Let's assume you have to take more sensor readings in a short period of time and you have to calculate an average. This can be the case when your communication protocol is slow compared to the sampling rate, so you have to sample down, but you want to retain as much of the information as possible, so the first thing you can do is to calculate the average of the readings. This can be tricky when you only have whole numbers to play with. I'm going to show you a simple case here. For further reading on moving averages and oversampling check out this Atmel note.

What's the problem with rounding?

The problem is that integer division truncates. Let's assume you have 4 1 bit readings. They can be either 1 or 0. Let's look at the averages in integer arithmetic. You can even try this in python.

Sample: 1 1 1 1, average 4 / 4 = 1.

Sample: 1 1 1 0, average 3 / 4 = 0.

Sample: 1 1 0 0, average 2 / 4 = 0.

Sample: 1 0 0 0, average 1 / 4 = 0.

Sample: 0 0 0 0, average 0 / 4 = 0.

By intuition, if there are more 1-s than 0-s then we should round up, since the data is more 1-s so that is a more accurate account of the situation. And by convention we round up the 1 1 0 0 case.

To fix this we want the result of the division to be 1 with a non negative remainder in the first 3 cases, so it truncates to 1. An addition of 0.5 to the result would do the trick if we had rational numbers. 1 + 0.5 truncates to 1, 0.67 + 0.5 truncates to 1, 0.5 + 0.5 to 1, 0.33 + 0.5 to 0 and 0.5 to 0. But we don't have rational numbers. However, this is still a good starting point.

We can avoid the 1/2 in our example if we add 2 to each of our averages and then divide by 4.

Sample: 1 1 1 1, average (4 + 2) / 4 = 1.

Sample: 1 1 1 0, average (3 + 2) / 4 = 1.

Sample: 1 1 0 0, average (2 + 2) / 4 = 1.

Sample: 1 0 0 0, average (1 + 2) / 4 = 0.

Sample: 0 0 0 0, average (0 + 2) / 4 = 0.

Let's generalize this idea of a/b + 1/2. Let's multiply by b and then divide by b and do the algebra.

a/b + 1/2 = (a + b/2) / b.

So that's your formula. Rounding a/b to the nearest integer with non negative integers is a/b = (a + b/2) / b. This formula is even used in the Linux kernel see line 102 in /include/linux/kernel.h. Or search for "DIV_ROUND_CLOSEST(x, divisor)". It is line 89 in the Raspberry Pi linux kernel. You can see how this is done for (unsigned) negative numbers in the next line there, too.

You can see that this is the case above, too: 4/4 + 1/2 = (4 + 2) / 4

All divisions are integer divisions (ie. truncations). There's the overflow issue when using this code, so you'll have to make sure you can represent (a + b/2).

Now how do you divide integers more efficiently?

Use powers of 2 as the sample size. So don't take 5 readings, take 4 or 8. Don't take 10 readings, take 8 or 16.

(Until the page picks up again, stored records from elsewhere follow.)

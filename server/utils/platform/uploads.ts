// Uploaded files: checked by their content (not their name), size-limited, stored under random
// names in the 'uploads' store, and recorded with their shop.
import { randomBytes } from 'node:crypto'
import type { H3Event } from 'h3'
import type { Queryable } from '../../db/connect'

const IMAGE_SIGNATURES: Array<{ type: string, ext: string, test: (b: Buffer) => boolean }> = [
  { type: 'image/jpeg', ext: 'jpg', test: (b) => b.length > 3 && b[0] === 0xFF && b[1] === 0xD8 && b[2] === 0xFF },
  { type: 'image/png', ext: 'png', test: (b) => b.subarray(0, 8).equals(Buffer.from([0x89, 0x50, 0x4E, 0x47, 0x0D, 0x0A, 0x1A, 0x0A])) },
  { type: 'image/webp', ext: 'webp', test: (b) => b.subarray(0, 4).toString('latin1') === 'RIFF' && b.subarray(8, 12).toString('latin1') === 'WEBP' },
  // Phones save HEIC/HEIF: an ISO-BMFF 'ftyp' box with a HEIF brand.
  { type: 'image/heic', ext: 'heic', test: (b) => b.subarray(4, 8).toString('latin1') === 'ftyp' && /^(heic|heix|mif1|msf1|heif)$/.test(b.subarray(8, 12).toString('latin1')) },
]

/** The image type read from the first bytes, or undefined when it is not a photo we accept. */
export function sniffImage(data: Buffer): { type: string, ext: string } | undefined {
  return IMAGE_SIGNATURES.find((s) => s.test(data))
}

/** Refuses a request body over the limit before reading it. */
export function assertBodySize(event: H3Event, maxBytes: number, what: string): void {
  const length = Number(getRequestHeader(event, 'content-length') ?? 0)
  if (length > maxBytes + 64 * 1024) {
    throw createError({ statusCode: 413, statusMessage: `The ${what} is too large: at most ${Math.round(maxBytes / 1024 / 1024)} MB.` })
  }
}

export async function storePhoto(db: Queryable, opts: { shopId: number, userId: number, data: Buffer, filename?: string, maxBytes: number }) {
  if (opts.data.length === 0) {
    throw createError({ statusCode: 400, statusMessage: 'photo: the file is empty', data: { fields: { photo: 'the file is empty' } } })
  }
  if (opts.data.length > opts.maxBytes) {
    throw createError({ statusCode: 413, statusMessage: `The photo is too large: at most ${Math.round(opts.maxBytes / 1024 / 1024)} MB.` })
  }
  const kind = sniffImage(opts.data)
  if (!kind) {
    throw createError({ statusCode: 415, statusMessage: 'photo: not a JPEG, PNG, WebP or HEIC image', data: { fields: { photo: 'not a JPEG, PNG, WebP or HEIC image' } } })
  }
  const key = `photos/${opts.shopId}/${randomBytes(16).toString('hex')}.${kind.ext}`
  await useStorage('uploads').setItemRaw(key, opts.data)
  return db.insertInto('uploads').values({
    shop_id: opts.shopId, storage_key: key, kind: 'photo', content_type: kind.type, size_bytes: opts.data.length,
    original_name: opts.filename?.slice(0, 200) ?? null, uploaded_by: opts.userId,
  }).returning(['id', 'storage_key']).executeTakeFirstOrThrow()
}
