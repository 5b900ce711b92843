// One-time links for invitations and password resets. The e-mail carries a random token; the
// database keeps only its SHA-256, so a leaked table cannot be turned into working links.
import { createHash, randomBytes } from 'node:crypto'
import { sql } from 'kysely'
import type { Queryable } from '../../db/connect'

export type TokenPurpose = 'invite' | 'reset'

const hashToken = (token: string) => createHash('sha256').update(token).digest('hex')

export async function issueToken(db: Queryable, opts: {
  shopId: number, userId: number, purpose: TokenPurpose, createdBy?: number, ttlMinutes: number,
}): Promise<string> {
  const token = randomBytes(32).toString('base64url')
  // A new link replaces any earlier unused one of the same kind.
  await db.updateTable('auth_tokens').set({ used_at: sql`now()` })
    .where('user_id', '=', opts.userId).where('purpose', '=', opts.purpose).where('used_at', 'is', null)
    .execute()
  await db.insertInto('auth_tokens').values({
    shop_id: opts.shopId,
    user_id: opts.userId,
    purpose: opts.purpose,
    token_hash: hashToken(token),
    created_by: opts.createdBy ?? null,
    expires_at: new Date(Date.now() + opts.ttlMinutes * 60_000),
  }).execute()
  return token
}

/** The live token's user, or undefined when the link is unknown, used or expired. */
export async function findLiveToken(db: Queryable, purpose: TokenPurpose, token: string) {
  return db.selectFrom('auth_tokens as t')
    .innerJoin('users as u', 'u.id', 't.user_id')
    .innerJoin('shops as s', 's.id', 't.shop_id')
    .select(['t.id as tokenId', 'u.id as userId', 'u.shop_id as shopId', 'u.name', 'u.email', 'u.role', 'u.active', 's.name as shopName'])
    .where('t.token_hash', '=', hashToken(token))
    .where('t.purpose', '=', purpose)
    .where('t.used_at', 'is', null)
    .where('t.expires_at', '>', sql<Date>`now()`)
    .executeTakeFirst()
}

/** Marks the token used; false when another request used it first. */
export async function consumeToken(db: Queryable, tokenId: number): Promise<boolean> {
  const res = await db.updateTable('auth_tokens').set({ used_at: sql`now()` })
    .where('id', '=', tokenId).where('used_at', 'is', null)
    .executeTakeFirst()
  return Number(res.numUpdatedRows) === 1
}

To divide by powers of 2, shift the bits. This is the same truncating integer division as above. So this version doesn't round. (7 / 4 = 1, whereas with the rounding version 7/4 = 2)

Divide 6 by 2: 6 >> 1 = 6 / 2^1 = 3,

6 by 4: 6 >> 2 = 6 / 2^2 = 1...

To put everything together, how do you take the integer average of 4 readings on an ATtiny in C with rounding?

Let's suppose you have the sum.

average = (sum + 2) >> 2;

Just make sure (sum + 2) can be represented properly.